● **WHAT THE EXERCISE ASKS**: Using the records below, locate all lines containing "seedLubrication" and return them.

Stored data
--- START ---
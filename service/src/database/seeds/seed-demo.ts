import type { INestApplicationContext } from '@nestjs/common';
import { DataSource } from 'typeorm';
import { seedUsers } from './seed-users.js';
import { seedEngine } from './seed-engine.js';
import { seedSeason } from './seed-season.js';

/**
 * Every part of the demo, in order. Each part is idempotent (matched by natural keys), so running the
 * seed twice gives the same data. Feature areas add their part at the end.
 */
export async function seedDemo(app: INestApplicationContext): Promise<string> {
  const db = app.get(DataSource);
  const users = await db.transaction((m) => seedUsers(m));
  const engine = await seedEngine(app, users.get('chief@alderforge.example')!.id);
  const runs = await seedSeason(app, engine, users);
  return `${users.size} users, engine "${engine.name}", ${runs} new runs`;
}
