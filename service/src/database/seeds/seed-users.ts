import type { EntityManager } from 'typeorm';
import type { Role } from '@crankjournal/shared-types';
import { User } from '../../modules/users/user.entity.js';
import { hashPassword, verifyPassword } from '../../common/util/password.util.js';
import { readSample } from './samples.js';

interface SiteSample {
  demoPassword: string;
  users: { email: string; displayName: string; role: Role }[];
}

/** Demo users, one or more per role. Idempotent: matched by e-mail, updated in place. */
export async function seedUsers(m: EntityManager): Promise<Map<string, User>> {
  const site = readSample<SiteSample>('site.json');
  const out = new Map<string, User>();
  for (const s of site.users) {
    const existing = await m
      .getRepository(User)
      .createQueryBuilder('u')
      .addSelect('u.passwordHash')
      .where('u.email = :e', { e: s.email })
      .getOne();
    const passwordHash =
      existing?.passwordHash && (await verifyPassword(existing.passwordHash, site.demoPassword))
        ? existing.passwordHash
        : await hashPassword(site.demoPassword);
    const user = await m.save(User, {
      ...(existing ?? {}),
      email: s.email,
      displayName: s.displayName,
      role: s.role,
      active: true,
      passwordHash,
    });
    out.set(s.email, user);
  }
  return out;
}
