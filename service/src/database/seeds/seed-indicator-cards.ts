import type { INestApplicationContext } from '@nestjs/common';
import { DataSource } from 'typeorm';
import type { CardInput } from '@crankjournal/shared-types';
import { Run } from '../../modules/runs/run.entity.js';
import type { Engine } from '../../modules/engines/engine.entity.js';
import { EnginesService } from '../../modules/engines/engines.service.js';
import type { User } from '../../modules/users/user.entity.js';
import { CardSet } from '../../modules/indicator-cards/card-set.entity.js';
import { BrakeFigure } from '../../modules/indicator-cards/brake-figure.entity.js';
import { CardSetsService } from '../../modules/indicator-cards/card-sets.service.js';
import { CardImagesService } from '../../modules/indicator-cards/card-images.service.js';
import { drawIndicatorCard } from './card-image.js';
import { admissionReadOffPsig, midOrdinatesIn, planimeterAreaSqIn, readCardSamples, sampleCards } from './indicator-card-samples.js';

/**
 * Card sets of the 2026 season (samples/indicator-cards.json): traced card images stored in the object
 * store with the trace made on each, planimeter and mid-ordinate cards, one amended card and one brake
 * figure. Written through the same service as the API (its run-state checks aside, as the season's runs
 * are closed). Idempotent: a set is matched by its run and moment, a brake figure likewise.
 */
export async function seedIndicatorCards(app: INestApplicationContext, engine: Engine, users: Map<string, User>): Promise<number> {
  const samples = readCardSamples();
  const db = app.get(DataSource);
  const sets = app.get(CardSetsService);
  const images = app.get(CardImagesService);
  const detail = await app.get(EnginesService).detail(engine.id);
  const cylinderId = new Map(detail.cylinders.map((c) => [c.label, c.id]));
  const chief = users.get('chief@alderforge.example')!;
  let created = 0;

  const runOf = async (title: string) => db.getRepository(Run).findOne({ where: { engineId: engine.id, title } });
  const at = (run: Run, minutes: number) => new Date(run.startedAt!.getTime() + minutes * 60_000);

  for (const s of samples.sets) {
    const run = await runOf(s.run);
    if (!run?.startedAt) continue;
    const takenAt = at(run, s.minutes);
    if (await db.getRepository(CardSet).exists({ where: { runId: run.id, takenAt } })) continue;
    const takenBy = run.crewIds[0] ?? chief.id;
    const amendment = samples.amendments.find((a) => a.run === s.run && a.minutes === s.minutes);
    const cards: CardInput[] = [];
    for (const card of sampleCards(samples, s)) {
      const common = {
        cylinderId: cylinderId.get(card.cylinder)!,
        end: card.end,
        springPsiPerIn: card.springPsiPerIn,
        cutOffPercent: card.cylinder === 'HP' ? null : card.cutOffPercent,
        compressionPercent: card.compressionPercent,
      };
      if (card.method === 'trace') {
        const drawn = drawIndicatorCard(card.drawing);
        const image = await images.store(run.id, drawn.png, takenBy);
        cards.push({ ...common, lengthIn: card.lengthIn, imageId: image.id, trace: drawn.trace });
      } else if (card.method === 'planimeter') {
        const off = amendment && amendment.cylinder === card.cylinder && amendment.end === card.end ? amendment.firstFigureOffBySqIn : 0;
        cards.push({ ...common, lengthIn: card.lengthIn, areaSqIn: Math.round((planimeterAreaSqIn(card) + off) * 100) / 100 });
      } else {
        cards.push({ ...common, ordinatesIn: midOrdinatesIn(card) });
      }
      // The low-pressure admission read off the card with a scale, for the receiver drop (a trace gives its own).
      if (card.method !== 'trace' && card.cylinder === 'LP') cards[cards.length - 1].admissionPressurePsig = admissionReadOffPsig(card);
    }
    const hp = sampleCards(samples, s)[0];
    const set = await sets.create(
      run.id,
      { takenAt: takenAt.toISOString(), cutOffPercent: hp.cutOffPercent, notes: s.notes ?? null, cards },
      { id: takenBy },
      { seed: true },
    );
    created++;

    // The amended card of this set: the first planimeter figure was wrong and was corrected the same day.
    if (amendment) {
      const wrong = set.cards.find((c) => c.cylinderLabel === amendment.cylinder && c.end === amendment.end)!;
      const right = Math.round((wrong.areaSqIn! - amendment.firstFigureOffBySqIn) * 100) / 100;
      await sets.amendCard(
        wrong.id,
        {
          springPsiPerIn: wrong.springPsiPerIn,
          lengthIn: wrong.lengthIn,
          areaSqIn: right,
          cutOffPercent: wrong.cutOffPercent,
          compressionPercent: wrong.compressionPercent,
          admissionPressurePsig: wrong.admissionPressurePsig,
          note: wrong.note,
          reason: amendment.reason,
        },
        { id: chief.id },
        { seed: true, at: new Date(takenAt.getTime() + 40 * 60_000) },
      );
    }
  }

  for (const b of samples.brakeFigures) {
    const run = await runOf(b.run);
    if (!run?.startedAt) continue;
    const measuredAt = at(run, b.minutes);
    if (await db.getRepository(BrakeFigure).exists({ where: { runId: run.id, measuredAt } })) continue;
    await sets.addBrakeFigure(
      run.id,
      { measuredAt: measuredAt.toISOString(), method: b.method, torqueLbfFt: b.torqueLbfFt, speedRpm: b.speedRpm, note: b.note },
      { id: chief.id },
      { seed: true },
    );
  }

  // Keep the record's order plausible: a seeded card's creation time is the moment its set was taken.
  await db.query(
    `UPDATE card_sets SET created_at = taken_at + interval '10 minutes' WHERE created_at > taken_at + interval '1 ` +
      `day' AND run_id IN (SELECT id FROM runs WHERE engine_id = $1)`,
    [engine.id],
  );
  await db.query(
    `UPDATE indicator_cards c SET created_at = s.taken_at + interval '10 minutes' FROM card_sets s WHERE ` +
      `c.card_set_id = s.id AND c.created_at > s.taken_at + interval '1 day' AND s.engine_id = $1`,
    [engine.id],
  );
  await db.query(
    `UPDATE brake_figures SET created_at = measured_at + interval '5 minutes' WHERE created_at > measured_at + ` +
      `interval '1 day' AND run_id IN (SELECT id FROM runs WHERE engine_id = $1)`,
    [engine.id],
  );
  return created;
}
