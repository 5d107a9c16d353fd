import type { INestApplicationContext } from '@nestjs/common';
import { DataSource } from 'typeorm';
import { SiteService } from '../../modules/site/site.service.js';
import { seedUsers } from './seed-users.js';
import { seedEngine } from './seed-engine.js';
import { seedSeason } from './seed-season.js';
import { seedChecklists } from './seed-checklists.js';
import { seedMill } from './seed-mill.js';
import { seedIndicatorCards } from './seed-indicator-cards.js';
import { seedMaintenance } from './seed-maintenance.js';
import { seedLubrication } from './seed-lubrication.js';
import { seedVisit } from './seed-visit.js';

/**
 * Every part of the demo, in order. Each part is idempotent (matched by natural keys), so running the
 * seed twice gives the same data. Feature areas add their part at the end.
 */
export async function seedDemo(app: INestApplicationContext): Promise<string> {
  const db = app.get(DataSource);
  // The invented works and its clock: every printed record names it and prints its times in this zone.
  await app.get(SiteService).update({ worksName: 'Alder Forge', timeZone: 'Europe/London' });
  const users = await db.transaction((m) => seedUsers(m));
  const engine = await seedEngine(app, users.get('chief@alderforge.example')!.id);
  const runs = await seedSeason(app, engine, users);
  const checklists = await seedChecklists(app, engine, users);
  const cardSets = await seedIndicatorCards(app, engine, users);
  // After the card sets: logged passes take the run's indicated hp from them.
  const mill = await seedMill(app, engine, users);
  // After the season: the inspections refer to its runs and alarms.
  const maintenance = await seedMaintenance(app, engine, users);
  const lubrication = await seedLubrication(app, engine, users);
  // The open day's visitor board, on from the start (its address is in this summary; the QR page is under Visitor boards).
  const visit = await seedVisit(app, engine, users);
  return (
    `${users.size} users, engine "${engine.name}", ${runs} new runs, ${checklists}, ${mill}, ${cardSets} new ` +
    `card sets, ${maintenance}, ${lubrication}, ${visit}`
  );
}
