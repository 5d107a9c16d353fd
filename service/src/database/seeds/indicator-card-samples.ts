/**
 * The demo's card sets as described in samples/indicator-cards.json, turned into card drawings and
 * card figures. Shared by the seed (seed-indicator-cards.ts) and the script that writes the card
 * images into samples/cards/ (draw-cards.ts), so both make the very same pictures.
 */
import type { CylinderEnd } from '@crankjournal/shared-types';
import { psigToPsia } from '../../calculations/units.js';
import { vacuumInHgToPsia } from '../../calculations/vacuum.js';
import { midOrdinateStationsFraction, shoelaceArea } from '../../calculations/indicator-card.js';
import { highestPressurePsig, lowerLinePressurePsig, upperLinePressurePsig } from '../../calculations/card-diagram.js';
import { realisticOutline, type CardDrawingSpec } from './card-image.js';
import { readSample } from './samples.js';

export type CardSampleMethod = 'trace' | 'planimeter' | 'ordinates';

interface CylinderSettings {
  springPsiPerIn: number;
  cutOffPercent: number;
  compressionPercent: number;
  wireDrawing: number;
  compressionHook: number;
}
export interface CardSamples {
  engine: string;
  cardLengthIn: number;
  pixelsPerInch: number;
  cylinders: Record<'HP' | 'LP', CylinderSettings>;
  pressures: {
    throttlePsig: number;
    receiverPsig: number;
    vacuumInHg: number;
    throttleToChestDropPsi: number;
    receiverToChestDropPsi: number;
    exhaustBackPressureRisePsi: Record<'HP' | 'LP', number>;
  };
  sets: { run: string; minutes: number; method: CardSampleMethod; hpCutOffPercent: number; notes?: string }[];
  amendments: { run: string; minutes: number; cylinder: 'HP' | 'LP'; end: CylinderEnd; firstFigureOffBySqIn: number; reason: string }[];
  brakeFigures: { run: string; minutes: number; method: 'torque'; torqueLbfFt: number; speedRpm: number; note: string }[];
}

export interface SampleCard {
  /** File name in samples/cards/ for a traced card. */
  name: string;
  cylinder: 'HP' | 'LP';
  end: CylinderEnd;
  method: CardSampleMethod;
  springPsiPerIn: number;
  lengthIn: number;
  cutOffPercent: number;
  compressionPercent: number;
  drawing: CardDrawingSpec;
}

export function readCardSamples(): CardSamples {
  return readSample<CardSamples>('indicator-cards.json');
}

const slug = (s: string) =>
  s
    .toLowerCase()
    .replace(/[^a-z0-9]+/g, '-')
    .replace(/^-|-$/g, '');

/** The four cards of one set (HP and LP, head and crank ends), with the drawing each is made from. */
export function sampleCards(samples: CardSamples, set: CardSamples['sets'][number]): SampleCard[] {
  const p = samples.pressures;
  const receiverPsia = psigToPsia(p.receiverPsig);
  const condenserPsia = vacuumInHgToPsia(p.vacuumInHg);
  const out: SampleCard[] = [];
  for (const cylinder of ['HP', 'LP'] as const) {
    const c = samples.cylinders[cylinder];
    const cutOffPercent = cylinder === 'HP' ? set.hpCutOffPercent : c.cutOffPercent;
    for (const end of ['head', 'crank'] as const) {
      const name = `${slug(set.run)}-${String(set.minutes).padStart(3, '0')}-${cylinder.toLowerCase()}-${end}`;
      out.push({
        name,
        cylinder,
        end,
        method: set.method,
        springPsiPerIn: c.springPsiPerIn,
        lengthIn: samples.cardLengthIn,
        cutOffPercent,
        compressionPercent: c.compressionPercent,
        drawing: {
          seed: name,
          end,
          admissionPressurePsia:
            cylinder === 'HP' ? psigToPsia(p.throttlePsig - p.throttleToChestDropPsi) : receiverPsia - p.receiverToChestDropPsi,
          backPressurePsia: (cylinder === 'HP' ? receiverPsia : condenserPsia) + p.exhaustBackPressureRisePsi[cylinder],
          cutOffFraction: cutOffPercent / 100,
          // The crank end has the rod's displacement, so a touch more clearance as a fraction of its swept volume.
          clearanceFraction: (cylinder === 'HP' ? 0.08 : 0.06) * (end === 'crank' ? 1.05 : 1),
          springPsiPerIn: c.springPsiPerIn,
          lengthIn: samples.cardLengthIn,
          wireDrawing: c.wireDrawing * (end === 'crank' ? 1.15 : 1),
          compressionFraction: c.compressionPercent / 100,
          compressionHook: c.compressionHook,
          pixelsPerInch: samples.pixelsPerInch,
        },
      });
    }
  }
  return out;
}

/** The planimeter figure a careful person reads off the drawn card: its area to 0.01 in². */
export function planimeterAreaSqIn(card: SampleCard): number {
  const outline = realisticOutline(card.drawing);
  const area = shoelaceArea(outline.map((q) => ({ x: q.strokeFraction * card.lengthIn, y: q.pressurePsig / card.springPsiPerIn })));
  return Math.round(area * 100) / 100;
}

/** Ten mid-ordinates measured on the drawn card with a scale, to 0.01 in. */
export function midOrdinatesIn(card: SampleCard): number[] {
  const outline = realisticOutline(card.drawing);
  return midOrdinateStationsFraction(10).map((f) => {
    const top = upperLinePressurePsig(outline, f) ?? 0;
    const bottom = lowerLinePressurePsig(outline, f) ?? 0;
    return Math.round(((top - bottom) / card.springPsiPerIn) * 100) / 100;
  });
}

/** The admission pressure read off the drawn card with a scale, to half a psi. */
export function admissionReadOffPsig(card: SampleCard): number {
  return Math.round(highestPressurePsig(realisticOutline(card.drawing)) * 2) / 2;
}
--- END ---
● **PROBLEM SOLUTION**:
import { seedLubrication } from './seed-lubrication.js';
  const lubrication = await seedLubrication(app, engine, users);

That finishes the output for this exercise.